Distribution Channels and Online Sales — FAQs
What is book distribution?
Distribution is the set of services that make your book orderable and deliverable to retailers and libraries. It includes holding inventory (or using print-on-demand), receiving orders via industry systems, invoicing the retailer, shipping the book, and handling returns. Good distribution ensures your title appears in the databases that shops use to find and order books, with reliable fulfilment behind it.
Further reading: /information/book-distribution
What do book wholesalers do?
Wholesalers buy (or list) books from publishers and supply them to retailers, libraries and other trade buyers. They improve availability by holding stock centrally and offering rapid delivery on a wide catalogue. As an author-publisher, you don’t usually sell direct to every shop; a wholesaler or distributor bridges that gap. They charge a trade discount and often require standard metadata and barcodes.
Further reading: /information/book-wholesalers
How much discount do bookshops take?
Expect a typical overall trade discount of 40–55% off your RRP once wholesaler and retailer margins are accounted for. Larger chains and some online retailers can require more. Deep discounting is standard in trade publishing; price your book with that reality in mind and check that your unit cost still leaves a sensible margin.
Further reading: /information/bookshop-discounts
How do I get my book into bookshops?
Make the title orderable first: ISBN, clean metadata, a scannable barcode and a recognised distributor/wholesaler route. Then approach relevant shops with a short sales sheet (cover, blurb, price, discount/returns terms, who supplies). Start locally and with shops whose customers match your book. Remember: shelf space is limited; strong cover design, correct genre positioning and realistic terms matter.
Further reading: /information/getting-into-bookshops
What is the difference between Amazon and Kindle?
“Amazon” (Retail) is the shop that sells print and eBooks to customers. “Kindle” is Amazon’s eBook ecosystem; “KDP” is the self-service platform you use to publish Kindle eBooks and, if you choose, print-on-demand paperbacks. You can use Amazon purely as a retailer while distributing print through other channels; you’re not locked into a single route unless you opt into exclusivity for certain programmes.

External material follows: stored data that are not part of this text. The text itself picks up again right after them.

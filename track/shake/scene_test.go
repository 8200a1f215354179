package shake

import (
	"math"
	"math/rand"

	"lodeswing/track/clip"
	"lodeswing/track/rig"
)

// scene is a made-up bench seen by a moving camera: a wall with soft spots,
// marks, and a dark bob that swings before it. Everything is a smooth function
// of the place, so pictures at any sub-pixel shift are exact.
type scene struct {
	w, h     int
	spots    [][4]float64 // u, v, height, radius
	noise    float64
	unmarked bool // no mark on the stand
	rng      *rand.Rand
	// motion of the camera, of the base's mark, and warping, at time t
	camera func(t float64) similarity
	rock   func(t float64) (u, v float64)
	warp   func(t, v float64) float64
	bob    func(t float64) (u, v float64)
}

func newScene(w, h, spots int, seed int64) *scene {
	s := &scene{w: w, h: h, noise: 2, rng: rand.New(rand.NewSource(seed))}
	for range spots {
		s.spots = append(s.spots, [4]float64{
			s.rng.Float64() * float64(w), s.rng.Float64() * float64(h),
			(s.rng.Float64() - 0.5) * 120, 2.5 + 4*s.rng.Float64(),
		})
	}
	return s
}

var (
	standMark = rig.Mark{Name: "post", On: "stand", PX: []float64{60, 60}}
	baseMark  = rig.Mark{Name: "foot", On: "base", PX: []float64{200, 240}}
)

// grain is normal noise of standard deviation 1.
var grain = func() []float64 {
	rng := rand.New(rand.NewSource(99))
	x := make([]float64, 1<<17)
	for i := range x {
		x[i] = rng.NormFloat64()
	}
	return x
}()

func (s *scene) frame(index int, t float64) *clip.Frame {
	plane := make([]float64, s.w*s.h)
	for i := range plane {
		plane[i] = 150
	}
	var cam similarity
	if s.camera != nil {
		cam = s.camera(t)
	}
	mx, my := float64(s.w-1)/2, float64(s.h-1)/2
	add := func(u, v, height, radius float64) {
		du, dv := cam.at(u-mx, v-my)
		u, v = u+du, v+dv
		if s.warp != nil {
			u += s.warp(t, v)
		}
		r := int(4*radius) + 1
		for y := max(int(v)-r, 0); y <= min(int(v)+r, s.h-1); y++ {
			for x := max(int(u)-r, 0); x <= min(int(u)+r, s.w-1); x++ {
				d := ((float64(x)-u)*(float64(x)-u) + (float64(y)-v)*(float64(y)-v)) / (2 * radius * radius)
				if d < 9 {
					plane[y*s.w+x] += height * math.Exp(-d)
				}
			}
		}
	}
	for _, p := range s.spots {
		add(p[0], p[1], p[2], p[3])
	}
	if !s.unmarked {
		add(standMark.PX[0], standMark.PX[1], -110, 3)
	}
	bu, bv := baseMark.PX[0], baseMark.PX[1]
	if s.rock != nil {
		du, dv := s.rock(t)
		bu, bv = bu+du, bv+dv
	}
	add(bu, bv, -110, 3)
	if s.bob != nil {
		u, v := s.bob(t)
		for y := max(int(v)-28, 0); y < min(int(v)+28, s.h); y++ {
			for x := max(int(u)-28, 0); x < min(int(u)+28, s.w); x++ {
				d := math.Hypot(float64(x)-u, float64(y)-v)
				k := 1 / (1 + math.Exp((d-18)/0.7))
				plane[y*s.w+x] = plane[y*s.w+x]*(1-k) + 30*k
			}
		}
	}
	f := clip.NewFrame(index, t, s.w, s.h)
	// Noise from a long table, read from a place drawn anew for each row.
	for y := 0; y < s.h; y++ {
		noise := grain[s.rng.Intn(len(grain)-3*s.w):]
		for x := 0; x < s.w; x++ {
			g := plane[y*s.w+x] + 0.5
			for c := 0; c < 3; c++ {
				f.Pix[3*(y*s.w+x)+c] = byte(max(0, min(255, g+s.noise*noise[3*x+c])))
			}
		}
	}
	return f
}

// watch films the scene for the given time at 30 frames/s and watches it.
func (s *scene) watch(seconds float64, marks ...rig.Mark) (*Report, *clip.Facts) {
	facts := &clip.Facts{W: s.w, H: s.h, StoredW: s.w, StoredH: s.h, TrueRate: 30}
	for i := 0; float64(i)/30 < seconds; i++ {
		facts.Times = append(facts.Times, float64(i)/30)
	}
	w := New(facts, marks, nil)
	for i, t := range facts.Times {
		if w.Wants(i) {
			w.Observe(s.frame(i, t))
		}
	}
	return w.Report(), facts
}

func swinging(t float64) (u, v float64) {
	a := 0.8 * math.Sin(2*math.Pi*1.1*t)
	return 200 + 120*math.Sin(a), 40 + 120*math.Cos(a)
}

func (s *scene) marks(stand bool) []rig.Mark {
	if stand {
		return []rig.Mark{standMark}
	}
	return nil
}

func rigMark(name string, px ...float64) rig.Mark { return rig.Mark{Name: name, On: "base", PX: px} }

Further reading: /information/amazon-kindle-kdp-explained
How do I work with Waterstones and Gardners?
In practice, the route looks like this:
- Gardners is the UK’s largest book wholesaler/distributor.
- They are unlikely to stock a self-published title without a proven sales record, and will usually require Sale or Return if they do.
- Waterstones place many smaller orders via Gardners and often only order when a customer orders in a Waterstones shop.
- When Waterstones orders via Gardners, Gardners typically places the order with the publisher; you supply Gardners, who supply Waterstones’ consolidation centre, then the shop — this chain can take time.
For this to work, your book’s details must be registered against your ISBN with Nielsen BookData. The upside: local Waterstones shops can, if pressed, buy direct from local self-published authors — but it helps if you already have a recognised supply route listed. Manage expectations and timelines.
Further reading: /information/waterstones-and-gardners
What is Sale or Return?
Sale or Return (SOR) means retailers can return unsold copies for credit. It’s normal in the UK and not inherently bad, but it ties up stock and cash. Some shops will accept larger quantities if they don’t have to pay up front; don’t over-supply. Keep SOR controlled: cap quantities, set a review date, limit it to trusted outlets, require books to be returned in saleable condition, and track placements so stock can be reallocated.